Per this article, bpftrace lacks ability to map stack frames to functions if a sw was built without frame-pointers.
There're ebpf-based scripts for profiling called bcc-tools
https://github.com/iovisor/bcc/ There's -f
switch so their output can be passed to perf
flamegraph.
There's a script offcputime
that can give that. But even more interesting is offwaketime
which combines stacks of the task that slept (bottom half) and the task that woke it up (top half), separated with --
. Note: order of execution of the top half is reversed compared to the other half, i.e. execution starts at the top and goes down.
Example (profiling and creating a flamegraph):
offwaketime -kf 30 > out.txt
flamegraph --color=chain --countname=us < out.txt > out.svg
- there doesn't seem to be a way to run a profilee under one of these scripts, though they can be attached by pid.

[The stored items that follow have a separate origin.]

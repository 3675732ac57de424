"""The vocabulary of the arithmetic: what the stages do to a number beyond + - * // >> % and comparisons.

Arguments are Python integers and results are exact. The stages name each such operation here, and only
here, so that another number type (an interval, say) needs its own answer in this one place. None of these
functions changes its arguments, and none has a side effect.
"""

from __future__ import annotations

from math import isqrt as _isqrt
from typing import Any

Vector = tuple[int, int, int]
Record = dict[str, Any]  # one struct of mrd.h: scalars, tuples of scalars, and nested records

WRAP = 2**32  # stamps and digests are taken modulo this
INT16_MAX = 32767
UINT16_MAX = 65535


def round_shift(x: int, s: int) -> int:
    """x / 2**s rounded half away from zero, s ≥ 1. Odd in x."""
    magnitude = (abs(x) + (1 << (s - 1))) >> s
    return magnitude if x >= 0 else -magnitude


def clamp(x: int, n: int) -> int:
    """x limited to −n:n. Odd in x."""
    return -n if x < -n else n if x > n else x


def limit(x: int, lo: int, hi: int) -> int:
    """x limited to lo:hi."""
    return lo if x < lo else hi if x > hi else x


def with_sign(magnitude: int, x: int) -> int:
    """sign(x) · magnitude."""
    return magnitude if x > 0 else -magnitude if x < 0 else 0


def square(x: int) -> int:
    """x², never negative."""
    return x * x


def vmax(x: int, y: int) -> int:
    """The greater of two."""
    return x if x > y else y


def vmin(x: int, y: int) -> int:
    """The lesser of two."""
    return x if x < y else y


def largest(values: Vector) -> int:
    """The greatest magnitude among the elements."""
    return max(map(abs, values))


def exceeds(values: Vector, n: int) -> bool:
    """Whether any element has a magnitude above n ≥ 0."""
    x, y, z = values
    return not (-n <= x <= n and -n <= y <= n and -n <= z <= n)


def select(condition: bool, x: int, y: int) -> int:
    """x where the condition holds, otherwise y: a choice of values that is no branch."""
    return x if condition else y


def flag(condition: bool) -> int:
    """1 where the condition holds, otherwise 0."""
    return 1 if condition else 0


def bit(condition: bool, number: int) -> int:
    """The status word with this one bit where the condition holds, otherwise 0."""
    return 1 << number if condition else 0


def bits(x: int) -> int:
    """Length of x ≥ 1 in binary: 2**(bits−1) ≤ x < 2**bits."""
    return x.bit_length()


def norm_shift(x: int, width: int) -> tuple[int, int]:
    """(x >> e, e) with e = bits(x) − width ≥ 0: the leading `width` bits of x, the first of them 1."""
    e = x.bit_length() - width
    return x >> e, e


def floor_div(x: int, y: int) -> int:
    """x / y rounded down, x ≥ 0 and y ≥ 1."""
    return x // y


def round_div(x: int, y: int) -> int:
    """x / y rounded to the nearest, (x + y // 2) // y, x ≥ 0 and y ≥ 1."""
    return (x + y // 2) // y


def isqrt(x: int) -> int:
    """The largest r with r² ≤ x."""
    return _isqrt(x)


def count(x: int, greatest: int) -> int:
    """x plus 1; a counter stops at its greatest value."""
    return x + 1 if x < greatest else greatest
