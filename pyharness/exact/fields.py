"""The structs of mrd.h as data: every field in declared order, with width, sign and number of elements.

The digests fold over these lists, and whoever packs records for a controller walks them. A record is a
plain dict with the names of the struct's members; an array is a tuple, of ints or of such dicts.
"""

from __future__ import annotations

from typing import NamedTuple

from pyharness.exact.num import Record

AXES = 3


class Field(NamedTuple):
    """A scalar (count 1) or an array of count > 1 fixed-width integers."""

    name: str
    bits: int
    signed: bool
    count: int

    @property
    def lo(self) -> int:
        """The least value that the width can hold."""
        return -(1 << (self.bits - 1)) if self.signed else 0

    @property
    def hi(self) -> int:
        """The greatest value that the width can hold."""
        return (1 << (self.bits - self.signed)) - 1


class Nested(NamedTuple):
    """A struct inside a struct, or an array of count > 1 of them."""

    name: str
    struct: Struct
    count: int = 1


Struct = tuple[Field | Nested, ...]


def i16(name: str, count: int = 1) -> Field:
    return Field(name, 16, True, count)


def i32(name: str, count: int = 1) -> Field:
    return Field(name, 32, True, count)


def u16(name: str, count: int = 1) -> Field:
    return Field(name, 16, False, count)


def u32(name: str, count: int = 1) -> Field:
    return Field(name, 32, False, count)


SENSOR_CONFIG: Struct = (i16("matrix", 9), i16("offset", AXES), u16("shift"), i16("limit"))

GAIN_CONFIG: Struct = (u16("mantissa", AXES), i16("shift", AXES))

PATH_CONFIG: Struct = (
    Nested("mag", SENSOR_CONFIG),
    Nested("gyro", SENSOR_CONFIG),
    u16("gyro_fitted"),
    u16("law"),
    u16("gain_scaling"),
    u16("saturation"),
    u32("norm_min_sq"),
    u32("norm_max_sq"),
    u32("period_us"),
    u32("phase_us"),
    u32("tolerance_us"),
    u32("half_sample_us"),
    u32("delay_us"),
    u32("blanking_us", AXES),
    u16("tick_us"),
    i16("window_ticks"),
    i16("shortest_ticks"),
    i16("polarity", AXES),
    u16("filter_gain"),
    Nested("derivative_gain", GAIN_CONFIG),
    Nested("rate_gain", GAIN_CONFIG),
    u32("jump_max_sq"),
    u16("noise_limit"),
    u16("frozen_limit"),
    u16("dead_limit"),
    u16("gyro_frozen_limit"),
    u16("agree_limit"),
    u16("agree_mantissa"),
    u16("agree_shift"),
    i16("agree_rate_max"),
    u16("current_fitted"),
    i16("current_ticks"),
    i16("current_min", AXES),
    i16("current_off_max"),
)

SUPERVISOR_CONFIG: Struct = (
    u32("settle_dwell"),
    u32("wake_dwell"),
    u32("hold_off_s"),
    u16("settle_by"),
    u16("settled_rate"),
    u16("wake_rate"),
    u16("estimate_mantissa"),
    u16("estimate_shift"),
    u32("window_cycles"),
    u32("pause_cycles"),
    u16("guard_turn"),
    u16("stall_turn"),
    u16("growth"),
    u16("progress"),
    u16("retries"),
    u16("bench_key"),
    i16("bench_limit_ticks"),
)

CONFIG: Struct = (Nested("path", PATH_CONFIG), Nested("supervisor", SUPERVISOR_CONFIG), u32("digest"))

PATH_INPUTS: Struct = (
    u32("cycle_start_us"),
    u32("sample_us"),
    u32("switch_off_us", AXES),
    i16("mag_raw", AXES),
    i16("gyro_raw", AXES),
    u16("mag_valid"),
    u16("gyro_valid"),
    u16("current_valid"),
    i16("current_driven", AXES),
    i16("current_sampled", AXES),
)

INPUTS: Struct = (
    Nested("path", PATH_INPUTS),
    u32("separation_s"),
    u16("low_power"),
    u16("command"),
    u16("command_key"),
    u16("command_coil"),
    i16("command_ticks"),
)

BALLOT: Struct = (u16("level"), u16("tripped"))

PATH_STATE: Struct = (
    i32("filter", AXES),
    u32("sample_us"),
    u32("switch_off_us", AXES),
    u32("drive_us", AXES),
    i16("field", AXES),
    u16("field_valid"),
    u16("filter_valid"),
    u16("off_known"),
    u16("off_clear", AXES),
    u16("pending", AXES),
    i16("ticks", AXES),
    i16("mag_raw", AXES),
    u16("mag_known"),
    u16("mag_same", AXES),
    u16("norm"),
    u16("norm_known"),
    Nested("noise", BALLOT),
    Nested("jumping", BALLOT),
    i16("gyro_raw", AXES),
    u16("gyro_known"),
    u16("gyro_same"),
    i16("rate", AXES),
    u16("rate_known"),
    Nested("agreement", BALLOT),
    Nested("weak", BALLOT, AXES),
    Nested("backward", BALLOT, AXES),
)

PROGRESS: Struct = (u32("window"), u16("peak", AXES), u16("least"), u16("in_four"), u16("stalled"))

COUNTERS: Struct = (
    u16("trusted"),
    u16("rejected"),
    u16("blanked"),
    u16("fell_back"),
    u16("refused"),
    u16("restarts"),
    u16("corrupt"),
    u16("mag_faults"),
    u16("gyro_faults"),
    u16("coil_faults"),
    u16("time_faults"),
    u16("trips"),
)

STATE: Struct = (
    Nested("path", PATH_STATE),
    u32("dwell"),
    u16("mode"),
    u16("inhibit_commanded"),
    u16("trips"),
    u16("cycle"),
    Nested("progress", PROGRESS),
    Nested("counters", COUNTERS),
    u32("digest"),
)

TRACE: Struct = (
    Nested("calibration", (i16("field", AXES), i16("rate", AXES), u16("rate_valid"))),
    Nested("plausibility", (u32("norm_sq"), u16("norm"))),
    Nested("currents", (u16("fault", AXES),)),
    Nested("gate", (u32("age_us", AXES), u16("trusted"))),
    Nested("continuity", (u16("same", AXES), u32("jump_sq"), u16("norm_change"), u16("gyro_same"))),
    Nested("derivative", (u32("interval_us"), u16("factor"), i16("derivative", AXES), u16("valid"))),
    Nested("low_pass", (i32("filter", AXES), i16("filtered", AXES))),
    Nested("agreement", (u16("judged"), i32("residual", AXES))),
    Nested("law", (
        u16("active"), i32("cross", AXES), u16("mantissa", AXES), i16("shift", AXES), i32("demand", AXES),
    )),
    Nested("saturation", (i16("command", AXES),)),
    Nested("pulses", (i16("ticks", AXES),)),
    Nested("estimate", (u16("turn"), u16("across"), u16("across_valid"))),
)

OUTPUTS: Struct = (
    i16("ticks", AXES),
    u16("mode"),
    u32("status"),
    u16("rate"),
    u16("rate_valid"),
    u16("handover"),
    u16("cycle"),
    u32("digest"),
    Nested("counters", COUNTERS),
    Nested("trace", TRACE),
)


def flatten(struct: Struct, prefix: str = "") -> tuple[Field, ...]:
    """Every field in declared order, nested names joined by dots: `path.weak[0].level`."""
    flat: list[Field] = []
    for entry in struct:
        name = prefix + entry.name
        if isinstance(entry, Field):
            flat.append(entry._replace(name=name))
        elif entry.count == 1:
            flat.extend(flatten(entry.struct, f"{name}."))
        else:
            for i in range(entry.count):
                flat.extend(flatten(entry.struct, f"{name}[{i}]."))
    return tuple(flat)


FIELDS = {
    "config": flatten(CONFIG),
    "inputs": flatten(INPUTS),
    "state": flatten(STATE),
    "outputs": flatten(OUTPUTS),
}


def zeros(struct: Struct) -> Record:
    """A record of this struct with 0 everywhere."""
    record: Record = {}
    for entry in struct:
        zero = zeros(entry.struct) if isinstance(entry, Nested) else 0
        record[entry.name] = zero if entry.count == 1 else (zero,) * entry.count
    return record
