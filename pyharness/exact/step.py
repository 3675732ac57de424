"""One cycle of the controller: integrity, command, path, estimate, progress, transition, pulses, counters."""

from __future__ import annotations

from pyharness.exact.constants import (
    MRD_COMMAND_RESUME,
    MRD_MODE_BENCH,
    MRD_MODE_DAMPING,
    MRD_MODE_HOLD_OFF,
    MRD_MODE_INHIBIT,
    MRD_MODE_PAUSE,
    MRD_MODE_SAFE,
    MRD_MODE_SETTLED,
    MRD_S_BLANKED,
    MRD_S_COIL_CURRENT,
    MRD_S_COMMAND_REFUSED,
    MRD_S_CONFIG_CORRUPT,
    MRD_S_DIVERGING,
    MRD_S_ESTIMATE_FELL_BACK,
    MRD_S_FELL_BACK,
    MRD_S_FIELD_IMPLAUSIBLE,
    MRD_S_GYRO_DISAGREES,
    MRD_S_GYRO_FROZEN,
    MRD_S_GYRO_MISSING,
    MRD_S_GYRO_RANGE,
    MRD_S_INTERVAL_LONG,
    MRD_S_INTERVAL_SHORT,
    MRD_S_MAG_DEAD_AXIS,
    MRD_S_MAG_FROZEN,
    MRD_S_MAG_JUMP,
    MRD_S_MAG_NOISY,
    MRD_S_MAG_RANGE,
    MRD_S_NO_PROGRESS,
    MRD_S_SAMPLE_OFF_TIME,
    MRD_S_STATE_RESTARTED,
    MRD_S_SWITCH_OFF_UNSTAMPED,
)
from pyharness.exact.estimate import estimate
from pyharness.exact.fields import STATE, zeros
from pyharness.exact.integrity import config_digest, state_digest
from pyharness.exact.modes import COMMANDED, MODES, NO_PULSE, Seen, Standing, advance, obey
from pyharness.exact.num import UINT16_MAX, Record, Vector, bit, count, flag
from pyharness.exact.path import (
    path_commit,
    path_drive,
    path_reset,
    path_restore,
    path_sense,
    path_withhold,
    zero_trace,
)
from pyharness.exact.progress import no_progress_yet, watch
from pyharness.exact.ranges import check, check3


def _word(*numbers: int) -> int:
    """The status word with these bits."""
    return sum(1 << number for number in numbers)


# Counters of the cycles in which the status has any of these bits.
_COUNTED = {
    "blanked": _word(MRD_S_BLANKED),
    "fell_back": _word(MRD_S_FELL_BACK),
    "refused": _word(MRD_S_COMMAND_REFUSED),
    "mag_faults": _word(
        MRD_S_MAG_RANGE, MRD_S_FIELD_IMPLAUSIBLE, MRD_S_MAG_FROZEN, MRD_S_MAG_DEAD_AXIS, MRD_S_MAG_JUMP,
        MRD_S_MAG_NOISY),
    "gyro_faults": _word(MRD_S_GYRO_MISSING, MRD_S_GYRO_RANGE, MRD_S_GYRO_FROZEN, MRD_S_GYRO_DISAGREES),
    "coil_faults": _word(MRD_S_COIL_CURRENT, MRD_S_SWITCH_OFF_UNSTAMPED),
    "time_faults": _word(MRD_S_SAMPLE_OFF_TIME, MRD_S_INTERVAL_SHORT, MRD_S_INTERVAL_LONG),
}


def _seal(state: Record) -> Record:
    """The state with the digest of its fields."""
    return {**state, "digest": state_digest(state)}


def reset() -> Record:
    """The state at the start: HOLD_OFF, no sample, no filter, counters 0."""
    return _seal({**zeros(STATE), "mode": MRD_MODE_HOLD_OFF})


def restart(state: Record) -> Record:
    """What is left of a state that failed its digest: what keeps coils off, and the restart is counted."""
    fresh = reset()
    before, mode, inhibit_commanded = state["mode"], MRD_MODE_HOLD_OFF, 0
    if before not in MODES or before in (MRD_MODE_SAFE, MRD_MODE_BENCH):
        mode = MRD_MODE_SAFE
    elif before == MRD_MODE_INHIBIT and state["inhibit_commanded"].bit_count() >= 2:
        mode, inhibit_commanded = MRD_MODE_INHIBIT, COMMANDED
    elif before == MRD_MODE_PAUSE:
        mode = MRD_MODE_PAUSE
    restarts = count(state["counters"]["restarts"], UINT16_MAX)
    return {
        **fresh,
        "mode": mode,
        "inhibit_commanded": inhibit_commanded,
        "counters": {**fresh["counters"], "restarts": restarts},
    }


def command(state: Record, supervisor: Record, inputs: Record) -> tuple[Record, Vector, int]:
    """The state after the command, the bench pulse, and the status bits."""
    before = state["mode"]
    mode, inhibit_commanded, pulse, raised = obey(before, state["inhibit_commanded"], supervisor, inputs)
    path, trips = state["path"], state["trips"]
    if before == MRD_MODE_BENCH and mode != MRD_MODE_BENCH:
        # What was measured while the checks were waived is not used.
        path = {**path, "field_valid": 0, "filter_valid": 0}
    if inputs["command"] == MRD_COMMAND_RESUME and not raised:
        path, trips = path_restore(path), 0
    return {
        **state,
        "path": path,
        "dwell": state["dwell"] if mode == before else 0,
        "mode": mode,
        "inhibit_commanded": inhibit_commanded,
        "trips": trips,
    }, pulse, raised


def tally(counters: Record, trusted: int, diverged: int, status: int) -> Record:
    """The counters after a cycle; each stops at 65535."""
    def raised(name: str, by: int) -> int:
        return count(counters[name], UINT16_MAX) if by else counters[name]

    return {
        **counters,
        "trusted": raised("trusted", trusted),
        "rejected": raised("rejected", not trusted),
        **{name: raised(name, status & word) for name, word in _COUNTED.items()},
        "trips": raised("trips", diverged),
    }


def _commit(
    state: Record, config: Record, inputs: Record, ticks: Vector, status: int, rate: int, rate_valid: int,
    trace: Record,
) -> tuple[Record, Record]:
    """The end of every cycle: the state takes the pulses and its digest, the outputs are put together."""
    cycle = state["cycle"]
    path = path_commit(state["path"], config["path"], inputs["path"], check3("outputs.ticks", ticks))
    state = _seal({**state, "path": path, "cycle": (cycle + 1) % (UINT16_MAX + 1)})
    mode = check("outputs.mode", state["mode"])
    return state, {
        "ticks": ticks,
        "mode": mode,
        "status": check("outputs.status", status),
        "rate": rate,
        "rate_valid": rate_valid,
        "handover": flag(mode == MRD_MODE_SETTLED),
        "cycle": cycle,
        "digest": config["digest"],
        "counters": dict(state["counters"]),
        "trace": trace,
    }


def _make_safe(state: Record, config: Record, inputs: Record, status: int) -> tuple[Record, Record]:
    """The cycle of a configuration that fails its digest: everything off, and of the counters one moves."""
    counters = state["counters"]
    safe = {
        **state,
        "path": path_reset(),
        "dwell": 0,
        "mode": MRD_MODE_SAFE,
        "inhibit_commanded": 0,
        "trips": 0,
        "progress": no_progress_yet(),
        "counters": {**counters, "corrupt": count(counters["corrupt"], UINT16_MAX)},
    }
    return _commit(safe, config, inputs, NO_PULSE, status, 0, 0, zero_trace())


def _pulses(mode: int, path: Record, trace: Record, bench_pulse: Vector) -> Vector:
    """The pulses that leave in this mode."""
    if mode == MRD_MODE_DAMPING:
        return path_withhold(path, trace["pulses"]["ticks"])
    return bench_pulse if mode == MRD_MODE_BENCH else NO_PULSE


def _check_inputs(inputs: Record) -> None:
    for name in ("separation_s", "low_power", "command", "command_key", "command_coil", "command_ticks"):
        check("inputs." + name, inputs[name])


def step(state: Record, config: Record, inputs: Record) -> tuple[Record, Record]:
    """One cycle. Returns the new state and the outputs; the arguments stay as they are.

    Records are dicts with the names of mrd.h, of plain ints and tuples. Raises RangeError where an input does
    not fit its type, or a value leaves its declared range, which no configuration that passed `init` allows.
    """
    _check_inputs(inputs)
    status = 0
    if state["digest"] != state_digest(state):
        status = 1 << MRD_S_STATE_RESTARTED
        state = restart(state)
    if config["digest"] != config_digest(config):
        return _make_safe(state, config, inputs, status | 1 << MRD_S_CONFIG_CORRUPT)
    path_config, supervisor = config["path"], config["supervisor"]
    state, bench_pulse, raised = command(state, supervisor, inputs)
    status |= raised
    waive = flag(state["mode"] == MRD_MODE_BENCH)
    path, trace, raised = path_sense(state["path"], path_config, inputs["path"], waive)
    status |= raised
    part, rate, rate_valid, raised = estimate(supervisor, trace)
    status |= raised
    trace, raised = path_drive(path_config, {**trace, "estimate": part})
    status |= raised
    progress, diverging = state["progress"], 0
    if state["mode"] == MRD_MODE_DAMPING:
        progress, diverging = watch(state["progress"], supervisor, state["trips"], part)
    now = Standing(state["mode"], state["dwell"], state["trips"])
    seen = Seen(rate, rate_valid, status >> MRD_S_ESTIMATE_FELL_BACK & 1, diverging)
    after = advance(now, state["inhibit_commanded"], supervisor, inputs, seen)
    # Where low power comes before it, the row of divergence does not apply.
    diverged = diverging and after.mode in (MRD_MODE_PAUSE, MRD_MODE_SAFE)
    low_power = after.mode == MRD_MODE_INHIBIT and not state["inhibit_commanded"]
    if after.mode not in (MRD_MODE_DAMPING, MRD_MODE_HOLD_OFF) and not low_power:
        progress = no_progress_yet()  # low power once an orbit must not blind the guard
    status |= bit(progress["stalled"], MRD_S_NO_PROGRESS)
    status |= bit(diverged or after.mode == MRD_MODE_PAUSE, MRD_S_DIVERGING)
    new = {
        "path": path,
        "dwell": check("state.dwell", after.dwell),
        "mode": after.mode,
        "inhibit_commanded": state["inhibit_commanded"],
        "trips": check("state.trips", after.trips),
        "cycle": state["cycle"],
        "progress": progress,
        "counters": tally(state["counters"], trace["gate"]["trusted"], diverged, status),
    }
    ticks = _pulses(after.mode, path, trace, bench_pulse)
    return _commit(new, config, inputs, ticks, status, rate, rate_valid, trace)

- Amounts of time code took is often greater than the amount of time profiling took. I think it is because the time is a sum from various threads that may have executed the code. Like, if the same stack simultaneously appears in threads 1, 2, 3 and they're all blocked, I think in results is shown just one stack with the sum from all 3 threads. So if you measured 30 sec., and all that time they were blocked, you may get one stack with 90 seconds sleeping time. Not sure this is correct though, I did not check that.
bcc
has a tool deadlock
for detecting potential deadlocks. Haven't used it.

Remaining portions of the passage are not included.